PARTICIPANTS IN SOLICITATION RELATING TO THE TRANSACTIONS
Each of NorthStar I and NorthStar II and their respective directors and executive officers may be deemed to be participants in the solicitation of proxies from their respective stockholders in connection with the proposed transaction. Information regarding NorthStar I’s directors and executive officers, including a description of their direct interests, by security holdings or otherwise, is contained in NorthStar I’s Annual Report on Form10-K for the year ended December 31, 2016, and its annual proxy statement filed with the SEC on April 28, 2017. Information regarding NorthStar II’s directors and executive officers, including a description of their direct interests, by security holdings or otherwise, is contained in NorthStar II’s Annual Report on Form10-K for the year ended December 31, 2016, and its annual proxy statement filed with the SEC on April 28, 2017. A more complete description is available in the registration statement on FormS-4 filed by the Company and the joint proxy statement/prospectus. You may obtain free copies of these documents as described in the preceding paragraph.

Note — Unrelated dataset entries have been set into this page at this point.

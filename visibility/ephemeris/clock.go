package ephemeris

import (
	"fmt"
	"math"
	"sort"
)

// Clock converts UTC to the other time scales. It is immutable and safe for
// concurrent use.
//
// Instants are Unix s (leap seconds not counted) or UTC values, which also
// reach into leap seconds. TT is TAI + 32.184 s; TDB is taken as TT: they
// differ by less than 1.7 ms, in which the Moon moves by 0.9 mas.
type Clock struct {
	leap *LeapTable
	dut1 float64
	// rows in ascending MJD, with UT1-TAI instead of UT1-UTC: it has no steps.
	mjd, ut1tai []float64
	first, last DUT1Row
}

const (
	ttMinusTAI  = 32.184    // s, IAU 1991 A4
	j2000Unix   = 946728000 // 2000-01-01 12:00 as Unix s
	dayS        = 86400.0
	centuryDays = 36525.0
	turn        = 2 * math.Pi
)

// NewClock builds a clock; leap nil stands for the embedded table.
func NewClock(leap *LeapTable, o Orientation) *Clock {
	if leap == nil {
		leap = EmbeddedLeapSeconds()
	}
	c := &Clock{leap: leap, dut1: o.DUT1}
	if n := len(o.Table); n > 0 {
		c.first, c.last = o.Table[0], o.Table[n-1]
		c.mjd = make([]float64, n)
		c.ut1tai = make([]float64, n)
		for i, r := range o.Table {
			c.mjd[i] = r.MJD
			c.ut1tai[i] = r.DUT1 - leap.At((r.MJD-unixMJD)*dayS)
		}
	}
	return c
}

// LeapExpires returns the instant (Unix s) up to which the leap-second table
// is known to be complete, 0 when it doesn't say.
func (c *Clock) LeapExpires() float64 { return c.leap.expires }

// TableSpan returns the first and last instant (Unix s) that the table of
// UT1-UTC covers, and whether there is one.
func (c *Clock) TableSpan() (from, to float64, ok bool) {
	if len(c.mjd) == 0 {
		return 0, 0, false
	}
	return (c.first.MJD - unixMJD) * dayS, (c.last.MJD - unixMJD) * dayS, true
}

// Check says whether u exists: 23:59:60 does on the days of leap seconds only.
func (c *Clock) Check(u UTC) error {
	length := c.leap.dayLength(float64(u.MJD-unixMJD) * dayS)
	if u.Second < 0 || u.Second >= length {
		return fmt.Errorf("%v doesn't exist: that day has %.0f seconds", u, length)
	}
	return nil
}

// TAIMinusUTC returns TAI-UTC in s at Unix s.
func (c *Clock) TAIMinusUTC(unix float64) float64 { return c.leap.At(unix) }

// DUT1 returns UT1-UTC in s at Unix s: the constant, or between the table's
// rows UT1-TAI linear in time (error below 0.1 ms, the tides within a day),
// and beyond them the nearest row's value.
func (c *Clock) DUT1(unix float64) float64 {
	return c.dut1At(unix, c.leap.At(unix))
}

func (c *Clock) dut1At(unix, tai float64) float64 {
	n := len(c.mjd)
	if n == 0 {
		return c.dut1
	}
	d := unix/dayS + unixMJD
	switch {
	case !(d > c.mjd[0]): // also for NaN, which the search below couldn't place
		return c.first.DUT1
	case d >= c.mjd[n-1]:
		return c.last.DUT1
	}
	i := sort.SearchFloat64s(c.mjd, d) // mjd[i-1] < d <= mjd[i]
	a, b := c.mjd[i-1], c.mjd[i]
	return c.ut1tai[i-1] + (c.ut1tai[i]-c.ut1tai[i-1])*(d-a)/(b-a) + tai
}

// Centuries returns TT as Julian centuries since J2000.0, resolved to 0.2
// microseconds.
func (c *Clock) Centuries(unix float64) float64 {
	return (unix - j2000Unix + c.leap.At(unix) + ttMinusTAI) / (dayS * centuryDays)
}

// ERA returns the Earth rotation angle at Unix s, rad in [0, 2 pi). Error:
// that of UT1-UTC (15" a second) and 4e-6" of arithmetic.
func (c *Clock) ERA(unix float64) float64 {
	day := math.Floor(unix / dayS)
	return earthRotation(day-(j2000Unix/dayS-0.5)-0.5, (unix-day*dayS+c.DUT1(unix))/dayS)
}

// TAI converts to International Atomic Time.
func (c *Clock) TAI(u UTC) DayFraction {
	return DayFraction{Day: u.MJD}.Add((u.Second + c.offset(u)) / dayS)
}

// TT converts to Terrestrial Time.
func (c *Clock) TT(u UTC) DayFraction {
	return DayFraction{Day: u.MJD}.Add((u.Second + c.offset(u) + ttMinusTAI) / dayS)
}

// UT1 converts to Universal Time. Within a leap second UT1-UTC is that of the
// day it ends.
func (c *Clock) UT1(u UTC) DayFraction {
	return DayFraction{Day: u.MJD}.Add((u.Second + c.dut1At(u.Unix(), c.offset(u))) / dayS)
}

// offset is TAI-UTC of the day that holds u, leap second included.
func (c *Clock) offset(u UTC) float64 { return c.leap.At(float64(u.MJD-unixMJD) * dayS) }

// CenturiesTT returns TT as Julian centuries since J2000.0.
func (c *Clock) CenturiesTT(u UTC) float64 { return c.TT(u).SinceJ2000() / centuryDays }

Forward-Looking Statements
This communication may contain forward-looking statements within the meaning of the federal securities laws. Forward-looking statements relate to expectations, beliefs, projections, future plans and strategies, anticipated events or trends and similar expressions concerning matters that are not historical facts. In some cases, you can identify forward-looking statements by the use of forward-looking terminology such as “may,” “will,” “should,” “expects,” “intends,” “plans,” “anticipates,” “believes,” “estimates,” “predicts,” or “potential” or the negative of these words and phrases or similar words or phrases which are predictions of or indicate future events or trends and which do not relate solely to historical matters. Forward-looking statements involve known and unknown risks, uncertainties, assumptions and contingencies, many of which are beyond our control, and may cause actual results to differ significantly from those expressed in any forward-looking statement. Among others, the following uncertainties and other factors could cause actual results to differ from those set forth in the forward-looking statements: the failure to receive, on a timely basis or otherwise, the required approvals by the stockholders of each of NorthStar I and NorthStar II, governmental or regulatory agencies and third parties; the risk that a condition to closing of the transaction may not be satisfied (including the listing by the Company of its Class A common stock on a national securities exchange); each party’s ability to consummate the transaction; operating costs and business disruption may be greater than expected; and the ability to realize substantial efficiencies as well as anticipated strategic and financial benefits, and the impact of legislative, regulatory and competitive changes. The foregoing list of factors is not exhaustive. Additional information about these and other factors can be found in each company’s reports filed from time to time with the SEC. There can be no assurance that the transaction will in fact be consummated.
No Offer or Solicitation
This communication is not intended to and shall not constitute an offer to sell or the solicitation of an offer to sell or the solicitation of an offer to buy any securities or a solicitation of any vote of approval, nor shall there be any sale of securities in any jurisdiction in which such offer, solicitation or sale would be unlawful prior to registration or qualification under the securities laws of any such jurisdiction. No offer of securities shall be made except by means of a prospectus meeting the requirements of Section 10 of the Securities Act of 1933, as amended.